Hughes' argument to break up Facebook rests on this fundamentally false analysis:
Because Facebook so dominates social networking, it faces no market-based accountability. This means that every time Facebook messes up, we repeat an exhausting pattern: first outrage, then disappointment and, finally, resignation.
In fact, as the political scientist John Mueller underscored in his 1999 work Capitalism, Socialism, and Ralph's Pretty Good Grocery, even actual monopolists have to court the buying public. (The only exceptions are government-enforced monopolies.) Doing so makes it "more likely to be able to slide price boosts past a wary public—that is, such moves are less likely to inspire angered customers to use less of the product and/or to engender embittered protest to governmental agencies." And in fact, Facebook's flailing attempts to address criticism over the past year demonstrate not a company that is secure in its position but one desperately seeking to maintain it, even via regulation.
The idea that the government will do a better job at fixing what's "wrong" is risible, especially when the option of individual users simply walking away remains a viable option.
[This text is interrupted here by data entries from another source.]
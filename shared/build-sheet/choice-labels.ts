// The words for every choice a build sheet offers, said once: the editor's menus, the public page,
// its JSON-fed screens and the cards read them from here, so a choice is never named two ways.
import type {
  ASPIRATIONS,
  BRAKE_TYPES,
  ENGINE_LAYOUTS,
  FRAME_KINDS,
  LIMITED_SLIP_TYPES,
  MADE_BY_KINDS,
  SPRING_TYPES,
  SUSPENSION_TYPES,
  TRANSMISSION_TYPES,
} from '../schemas/build-sections';
import type { FUEL_LEVELS } from '../schemas/build';
import type { PROVENANCES } from '../schemas/figure';

type Labels<T extends readonly string[]> = Record<T[number], string>;

export const ENGINE_LAYOUT_LABELS: Labels<typeof ENGINE_LAYOUTS> = { inline: 'Inline', V: 'V', flat: 'Flat', rotary: 'Rotary', electric: 'Electric' };
export const ASPIRATION_LABELS: Labels<typeof ASPIRATIONS> = { natural: 'Natural', supercharged: 'Supercharged', turbocharged: 'Turbocharged' };
export const TRANSMISSION_LABELS: Labels<typeof TRANSMISSION_TYPES> = {
  manual: 'Manual',
  sequential: 'Sequential',
  'dog-engagement': 'Dog-engagement',
  automatic: 'Automatic',
  cvt: 'CVT',
  'direct-drive': 'Direct drive',
};
export const LIMITED_SLIP_LABELS: Labels<typeof LIMITED_SLIP_TYPES> = {
  open: 'Open',
  'clutch-type': 'Clutch-type limited slip',
  'gear-type': 'Gear-type limited slip',
  locker: 'Locker',
  spool: 'Spool',
  electronic: 'Electronic limited slip',
};
export const FRAME_LABELS: Labels<typeof FRAME_KINDS> = { factory: 'Factory', modified: 'Modified factory', custom: 'Custom tube' };
// The trade writes some with a hyphen (double-wishbone, coil-over, four-link) and some without.
export const SUSPENSION_LABELS: Labels<typeof SUSPENSION_TYPES> = {
  'double-wishbone': 'Double-wishbone',
  strut: 'Strut',
  'beam-axle': 'Beam axle',
  'solid-axle': 'Solid axle',
  'four-link': 'Four-link',
  'triangulated-four-link': 'Triangulated four-link',
  'ladder-bar': 'Ladder bar',
  leaf: 'Leaf',
  'independent-rear': 'Independent rear',
  other: 'Other',
};
export const SPRING_LABELS: Labels<typeof SPRING_TYPES> = { 'coil-over': 'Coil-over', coil: 'Coil', leaf: 'Leaf', air: 'Air', torsion: 'Torsion bar', 'transverse-leaf': 'Transverse leaf' };
export const BRAKE_TYPE_LABELS: Labels<typeof BRAKE_TYPES> = { disc: 'Disc', drum: 'Drum', none: 'None' };
export const MADE_BY_LABELS: Labels<typeof MADE_BY_KINDS> = { owner: 'Owner-built', shop: 'A shop or person', donor: 'From a donor vehicle', new: 'Bought new' };
export const FUEL_LEVEL_LABELS: Labels<typeof FUEL_LEVELS> = { empty: 'Empty', quarter: 'A quarter', half: 'Half', 'three-quarters': 'Three quarters', full: 'Full' };

/** The provenance menu of a figure. */
export const PROVENANCE_LABELS: Labels<typeof PROVENANCES> = { measured: 'Measured', estimated: 'Estimated', target: 'Target' };
/** The mark printed beside a figure that was not measured; a measured figure is plain. */
export const PROVENANCE_MARKS: Labels<typeof PROVENANCES> = { measured: '', estimated: 'est.', target: 'target' };

/** A label inside a sentence: "Double-wishbone" becomes "double-wishbone"; "CVT" and "V" stay as they are. */
export const inText = (label: string) => (label.length > 1 && label[1] === label[1]!.toLowerCase() ? label[0]!.toLowerCase() + label.slice(1) : label);
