import type { DynoRunCreateInput, WeighInCreateInput } from '../schemas/build';
import type { EngineSection } from '../schemas/build-sections';
import { weighedTotal } from './key-figures';

/** A dyno run's peaks become the engine's measured power and torque, at the wheels or the flywheel as the run was measured. */
export function engineWithDynoPeaks(engine: EngineSection, run: DynoRunCreateInput): EngineSection {
  const measured = { provenance: 'measured' as const, measuredOn: run.date };
  const power = { value: run.peakPower, unit: run.powerUnit, ...measured };
  const torque = { value: run.peakTorque, unit: run.torqueUnit, ...measured };
  return run.measuredAt === 'wheel'
    ? { ...engine, wheelPower: power, wheelPowerRpm: run.peakPowerRpm, wheelTorque: torque, wheelTorqueRpm: run.peakTorqueRpm }
    : { ...engine, flywheelPower: power, flywheelPowerRpm: run.peakPowerRpm, flywheelTorque: torque, flywheelTorqueRpm: run.peakTorqueRpm };
}

/** A weigh-in's total becomes the build's measured weight. */
export function weightOfWeighIn(w: WeighInCreateInput) {
  return { value: weighedTotal(w), unit: w.unit, provenance: 'measured' as const, measuredOn: w.date };
}

/** Dyno runs and weigh-ins are listed newest first: by date, then the later record of one day first. */
export const newestRecordFirst = (a: { date: string; id: number }, b: { date: string; id: number }) => b.date.localeCompare(a.date) || b.id - a.id;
In the United States, the number of Facebook users seems to be declining (hence the company's call for regulation). Many leavers do seem to be going to Facebook's sister site, Instagram, where the experience is markedly different and which still proves the basic point that Facebook doesn't have an iron grip on an audience. Roam around cyberspace a bit and you'll see the vast, empty ruins of once-unstoppable empires known as MySpace, AOL, Yahoo…
Hughes speaks of a pattern of outrage, disappointment, and resignation when it comes to Facebook's responses to public and political outcry. Let me suggest another feedback triptych. Not long ago, I interviewed Arthur Brooks, the outgoing president of the American Enterprise Institute and author of the recent book Love Your Enemies. He notes that with new technologies, including social media, society tends to go through three emotional stages. First is the utopian stage, when we're all jazzed up about the possibilities of a new innovation that promises to greatly improve some aspect of our lives. Next comes the dystopian phase, when we attribute all our ills to the new thing—TV, or the Web, or social media. Finally comes the moment when we put the technology in its proper place and begin to use it appropriately in our lives, assuming the thing is worth keeping around. When it comes to social media, which has a mass thing for only a little more than a decade, we're clearly in the second phase and almost certainly heading into the third, as we all tire a bit of these sites' demands on our attention. Facebook, like so many other things before it, has indeed changed our world, but in profound ways it has also disappointed us.
Our relationship to it—whatever it becomes—will almost certainly always be ambivalent, just as relationships to cell phones, TV, and cars are. But that basic reality is obscured when we cast Mark Zuckerberg as the most powerful man on the planet and his company a Death Star that threatens our future.